*Required action:* Scan the entries below for the word "against", then copy each line that holds it.

*Material provided:*
• • • • •

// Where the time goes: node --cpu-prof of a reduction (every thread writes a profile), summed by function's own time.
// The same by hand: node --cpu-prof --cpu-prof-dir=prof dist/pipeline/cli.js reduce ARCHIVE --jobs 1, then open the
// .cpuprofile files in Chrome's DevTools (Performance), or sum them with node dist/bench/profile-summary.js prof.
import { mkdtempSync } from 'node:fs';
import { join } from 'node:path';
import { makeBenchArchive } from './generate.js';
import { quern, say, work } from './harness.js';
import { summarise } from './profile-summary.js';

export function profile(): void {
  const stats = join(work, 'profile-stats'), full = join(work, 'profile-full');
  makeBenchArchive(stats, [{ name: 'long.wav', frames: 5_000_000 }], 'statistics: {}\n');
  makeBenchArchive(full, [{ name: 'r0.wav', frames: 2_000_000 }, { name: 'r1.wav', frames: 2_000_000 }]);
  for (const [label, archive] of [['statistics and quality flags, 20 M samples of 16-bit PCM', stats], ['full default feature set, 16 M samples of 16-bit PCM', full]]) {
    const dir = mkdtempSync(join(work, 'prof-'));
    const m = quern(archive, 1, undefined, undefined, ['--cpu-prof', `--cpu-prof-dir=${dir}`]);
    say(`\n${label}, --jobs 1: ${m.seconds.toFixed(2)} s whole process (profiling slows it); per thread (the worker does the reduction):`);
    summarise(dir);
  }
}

• • • • •

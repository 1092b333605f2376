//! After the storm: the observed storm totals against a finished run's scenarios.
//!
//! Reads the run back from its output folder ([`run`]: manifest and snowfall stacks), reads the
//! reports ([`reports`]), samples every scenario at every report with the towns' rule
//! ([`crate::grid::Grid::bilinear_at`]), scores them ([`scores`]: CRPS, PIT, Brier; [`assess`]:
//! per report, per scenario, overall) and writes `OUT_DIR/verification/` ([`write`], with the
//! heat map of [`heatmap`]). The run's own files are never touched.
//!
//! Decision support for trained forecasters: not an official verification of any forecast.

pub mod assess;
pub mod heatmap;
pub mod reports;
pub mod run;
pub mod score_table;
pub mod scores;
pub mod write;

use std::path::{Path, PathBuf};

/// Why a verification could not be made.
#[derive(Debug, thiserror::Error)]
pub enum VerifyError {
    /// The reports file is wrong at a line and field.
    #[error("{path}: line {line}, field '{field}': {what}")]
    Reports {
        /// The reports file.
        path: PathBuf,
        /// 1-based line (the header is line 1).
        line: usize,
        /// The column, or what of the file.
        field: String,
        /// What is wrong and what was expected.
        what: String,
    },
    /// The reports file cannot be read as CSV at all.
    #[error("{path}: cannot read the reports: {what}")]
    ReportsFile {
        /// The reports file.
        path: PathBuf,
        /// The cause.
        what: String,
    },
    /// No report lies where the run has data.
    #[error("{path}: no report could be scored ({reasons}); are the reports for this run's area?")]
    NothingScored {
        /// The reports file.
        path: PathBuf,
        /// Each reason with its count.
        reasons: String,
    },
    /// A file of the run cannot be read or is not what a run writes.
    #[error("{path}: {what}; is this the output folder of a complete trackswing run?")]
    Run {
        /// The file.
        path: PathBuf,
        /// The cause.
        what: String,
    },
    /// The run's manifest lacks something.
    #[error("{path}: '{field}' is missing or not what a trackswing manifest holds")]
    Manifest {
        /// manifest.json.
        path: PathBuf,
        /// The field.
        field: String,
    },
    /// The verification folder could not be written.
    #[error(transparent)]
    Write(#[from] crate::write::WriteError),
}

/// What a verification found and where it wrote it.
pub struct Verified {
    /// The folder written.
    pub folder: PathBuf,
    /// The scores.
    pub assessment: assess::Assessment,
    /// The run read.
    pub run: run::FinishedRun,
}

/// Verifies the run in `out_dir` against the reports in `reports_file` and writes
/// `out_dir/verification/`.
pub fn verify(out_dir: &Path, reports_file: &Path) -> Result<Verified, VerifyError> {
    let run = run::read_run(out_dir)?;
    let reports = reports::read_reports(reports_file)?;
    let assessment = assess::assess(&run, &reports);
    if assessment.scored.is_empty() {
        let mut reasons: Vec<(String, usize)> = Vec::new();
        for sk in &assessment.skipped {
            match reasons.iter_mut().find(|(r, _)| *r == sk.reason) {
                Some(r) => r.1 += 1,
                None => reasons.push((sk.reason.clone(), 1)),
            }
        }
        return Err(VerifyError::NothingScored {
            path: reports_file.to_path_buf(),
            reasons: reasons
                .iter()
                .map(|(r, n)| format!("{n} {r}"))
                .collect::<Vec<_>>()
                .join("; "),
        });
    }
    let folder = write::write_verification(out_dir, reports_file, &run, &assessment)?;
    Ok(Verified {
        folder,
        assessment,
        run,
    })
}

• • • • •

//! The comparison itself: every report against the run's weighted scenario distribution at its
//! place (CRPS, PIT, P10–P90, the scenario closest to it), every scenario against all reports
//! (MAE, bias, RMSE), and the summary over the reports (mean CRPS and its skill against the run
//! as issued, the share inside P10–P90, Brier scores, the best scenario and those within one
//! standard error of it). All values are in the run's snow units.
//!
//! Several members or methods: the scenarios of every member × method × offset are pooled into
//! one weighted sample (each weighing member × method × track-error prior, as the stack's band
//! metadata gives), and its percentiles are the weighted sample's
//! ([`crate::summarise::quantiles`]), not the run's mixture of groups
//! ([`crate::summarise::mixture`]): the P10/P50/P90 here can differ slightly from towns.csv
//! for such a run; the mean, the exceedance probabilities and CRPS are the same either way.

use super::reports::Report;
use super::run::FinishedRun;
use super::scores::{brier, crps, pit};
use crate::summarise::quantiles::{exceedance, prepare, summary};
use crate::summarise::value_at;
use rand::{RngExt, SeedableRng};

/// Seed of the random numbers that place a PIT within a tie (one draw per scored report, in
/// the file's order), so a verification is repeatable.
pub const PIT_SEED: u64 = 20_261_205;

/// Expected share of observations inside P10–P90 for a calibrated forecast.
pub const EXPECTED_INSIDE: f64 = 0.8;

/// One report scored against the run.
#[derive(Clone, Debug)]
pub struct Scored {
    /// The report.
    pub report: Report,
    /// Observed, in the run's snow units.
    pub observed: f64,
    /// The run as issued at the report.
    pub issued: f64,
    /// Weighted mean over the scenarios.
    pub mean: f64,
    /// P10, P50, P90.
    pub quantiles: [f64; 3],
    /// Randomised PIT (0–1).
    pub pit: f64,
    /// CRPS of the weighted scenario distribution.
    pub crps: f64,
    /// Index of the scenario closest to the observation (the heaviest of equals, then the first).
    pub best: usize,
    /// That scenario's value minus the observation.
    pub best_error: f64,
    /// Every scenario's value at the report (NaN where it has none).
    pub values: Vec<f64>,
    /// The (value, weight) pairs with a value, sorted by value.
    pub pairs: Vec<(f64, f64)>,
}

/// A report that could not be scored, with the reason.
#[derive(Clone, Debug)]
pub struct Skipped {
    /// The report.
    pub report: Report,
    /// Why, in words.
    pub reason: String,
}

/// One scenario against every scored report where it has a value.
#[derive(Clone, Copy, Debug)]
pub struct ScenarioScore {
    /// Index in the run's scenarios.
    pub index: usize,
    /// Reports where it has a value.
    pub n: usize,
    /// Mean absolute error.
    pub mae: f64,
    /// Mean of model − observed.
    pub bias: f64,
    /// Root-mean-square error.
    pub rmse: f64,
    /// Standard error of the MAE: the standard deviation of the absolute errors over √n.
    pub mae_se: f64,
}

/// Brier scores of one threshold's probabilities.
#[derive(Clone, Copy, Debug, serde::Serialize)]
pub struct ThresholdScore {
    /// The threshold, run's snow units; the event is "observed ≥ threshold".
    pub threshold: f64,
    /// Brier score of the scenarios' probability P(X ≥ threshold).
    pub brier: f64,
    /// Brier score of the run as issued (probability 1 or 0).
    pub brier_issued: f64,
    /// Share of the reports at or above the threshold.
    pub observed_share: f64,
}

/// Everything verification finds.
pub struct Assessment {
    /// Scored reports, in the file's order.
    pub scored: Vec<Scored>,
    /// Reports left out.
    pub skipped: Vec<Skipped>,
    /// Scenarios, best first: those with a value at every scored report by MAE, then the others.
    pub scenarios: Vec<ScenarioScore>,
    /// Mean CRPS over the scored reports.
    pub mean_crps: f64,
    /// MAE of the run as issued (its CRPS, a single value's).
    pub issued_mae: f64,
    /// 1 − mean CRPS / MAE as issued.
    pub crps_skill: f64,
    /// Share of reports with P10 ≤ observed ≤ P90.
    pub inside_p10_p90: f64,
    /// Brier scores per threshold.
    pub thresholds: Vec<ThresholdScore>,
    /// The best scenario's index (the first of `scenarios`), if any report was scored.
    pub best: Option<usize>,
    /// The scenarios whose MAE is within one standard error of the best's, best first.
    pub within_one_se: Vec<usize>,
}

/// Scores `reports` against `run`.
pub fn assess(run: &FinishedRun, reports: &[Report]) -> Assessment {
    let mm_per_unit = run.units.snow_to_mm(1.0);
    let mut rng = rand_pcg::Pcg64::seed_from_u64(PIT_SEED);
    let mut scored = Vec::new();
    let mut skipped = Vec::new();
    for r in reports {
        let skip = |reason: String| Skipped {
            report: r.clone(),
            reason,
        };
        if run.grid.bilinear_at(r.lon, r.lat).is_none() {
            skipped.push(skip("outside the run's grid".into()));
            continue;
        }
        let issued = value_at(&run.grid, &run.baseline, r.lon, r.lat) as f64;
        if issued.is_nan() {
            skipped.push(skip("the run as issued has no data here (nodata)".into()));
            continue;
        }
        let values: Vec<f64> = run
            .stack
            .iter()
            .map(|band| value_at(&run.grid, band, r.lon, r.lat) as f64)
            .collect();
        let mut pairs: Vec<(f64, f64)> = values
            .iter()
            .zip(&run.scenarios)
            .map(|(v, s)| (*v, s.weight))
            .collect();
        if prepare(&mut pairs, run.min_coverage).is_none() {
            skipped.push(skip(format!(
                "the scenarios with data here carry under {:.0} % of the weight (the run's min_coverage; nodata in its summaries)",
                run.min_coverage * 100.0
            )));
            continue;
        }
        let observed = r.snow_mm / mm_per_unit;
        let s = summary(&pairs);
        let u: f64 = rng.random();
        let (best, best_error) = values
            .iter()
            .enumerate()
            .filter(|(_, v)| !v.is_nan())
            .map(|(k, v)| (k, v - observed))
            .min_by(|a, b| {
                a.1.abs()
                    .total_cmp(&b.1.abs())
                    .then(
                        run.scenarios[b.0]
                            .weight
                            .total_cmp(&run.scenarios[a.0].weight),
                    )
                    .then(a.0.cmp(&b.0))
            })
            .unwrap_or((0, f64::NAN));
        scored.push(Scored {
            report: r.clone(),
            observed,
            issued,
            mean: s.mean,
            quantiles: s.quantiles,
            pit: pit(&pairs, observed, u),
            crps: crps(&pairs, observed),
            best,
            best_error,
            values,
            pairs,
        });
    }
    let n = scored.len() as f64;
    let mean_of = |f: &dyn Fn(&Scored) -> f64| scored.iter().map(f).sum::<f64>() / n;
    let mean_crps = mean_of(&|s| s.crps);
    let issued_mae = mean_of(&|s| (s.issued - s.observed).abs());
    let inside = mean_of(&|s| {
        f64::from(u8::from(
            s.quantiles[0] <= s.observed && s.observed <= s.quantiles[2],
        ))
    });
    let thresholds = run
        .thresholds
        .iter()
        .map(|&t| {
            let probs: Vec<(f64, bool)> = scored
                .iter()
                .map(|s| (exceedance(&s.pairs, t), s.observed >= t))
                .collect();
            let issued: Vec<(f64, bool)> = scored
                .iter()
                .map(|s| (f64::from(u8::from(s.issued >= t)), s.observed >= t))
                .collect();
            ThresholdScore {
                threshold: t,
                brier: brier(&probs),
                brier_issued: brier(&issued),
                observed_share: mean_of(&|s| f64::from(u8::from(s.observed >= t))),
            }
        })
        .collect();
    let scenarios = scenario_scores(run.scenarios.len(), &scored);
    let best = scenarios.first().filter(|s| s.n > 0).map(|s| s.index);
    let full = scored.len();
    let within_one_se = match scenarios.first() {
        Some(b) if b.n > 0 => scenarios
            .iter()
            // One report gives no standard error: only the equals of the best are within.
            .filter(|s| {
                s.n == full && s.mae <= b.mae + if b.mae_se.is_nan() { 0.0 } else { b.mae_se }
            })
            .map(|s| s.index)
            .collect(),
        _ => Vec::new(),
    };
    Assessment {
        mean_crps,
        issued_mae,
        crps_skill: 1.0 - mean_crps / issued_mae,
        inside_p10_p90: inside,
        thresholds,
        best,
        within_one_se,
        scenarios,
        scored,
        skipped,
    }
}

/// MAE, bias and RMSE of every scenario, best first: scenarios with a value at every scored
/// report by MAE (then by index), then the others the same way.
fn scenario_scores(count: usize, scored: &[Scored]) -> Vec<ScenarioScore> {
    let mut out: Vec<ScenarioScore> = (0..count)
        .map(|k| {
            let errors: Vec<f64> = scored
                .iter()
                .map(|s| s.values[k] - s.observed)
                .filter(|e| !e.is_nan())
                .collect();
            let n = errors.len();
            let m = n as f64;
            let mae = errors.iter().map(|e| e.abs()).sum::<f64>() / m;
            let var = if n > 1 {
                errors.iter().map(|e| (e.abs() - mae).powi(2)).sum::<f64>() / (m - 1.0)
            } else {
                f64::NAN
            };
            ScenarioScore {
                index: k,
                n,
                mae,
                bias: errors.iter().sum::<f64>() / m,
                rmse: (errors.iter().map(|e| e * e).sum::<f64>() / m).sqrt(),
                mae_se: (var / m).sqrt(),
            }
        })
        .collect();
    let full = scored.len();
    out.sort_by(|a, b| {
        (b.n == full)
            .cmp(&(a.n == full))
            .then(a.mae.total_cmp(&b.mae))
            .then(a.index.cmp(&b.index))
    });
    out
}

• • • • •

*Output below:*
//! After the storm: the observed storm totals against a finished run's scenarios.
/// Verifies the run in `out_dir` against the reports in `reports_file` and writes
//! The comparison itself: every report against the run's weighted scenario distribution at its
//! place (CRPS, PIT, P10–P90, the scenario closest to it), every scenario against all reports
//! (MAE, bias, RMSE), and the summary over the reports (mean CRPS and its skill against the run
/// One report scored against the run.
/// One scenario against every scored report where it has a value.
/// Scores `reports` against `run`.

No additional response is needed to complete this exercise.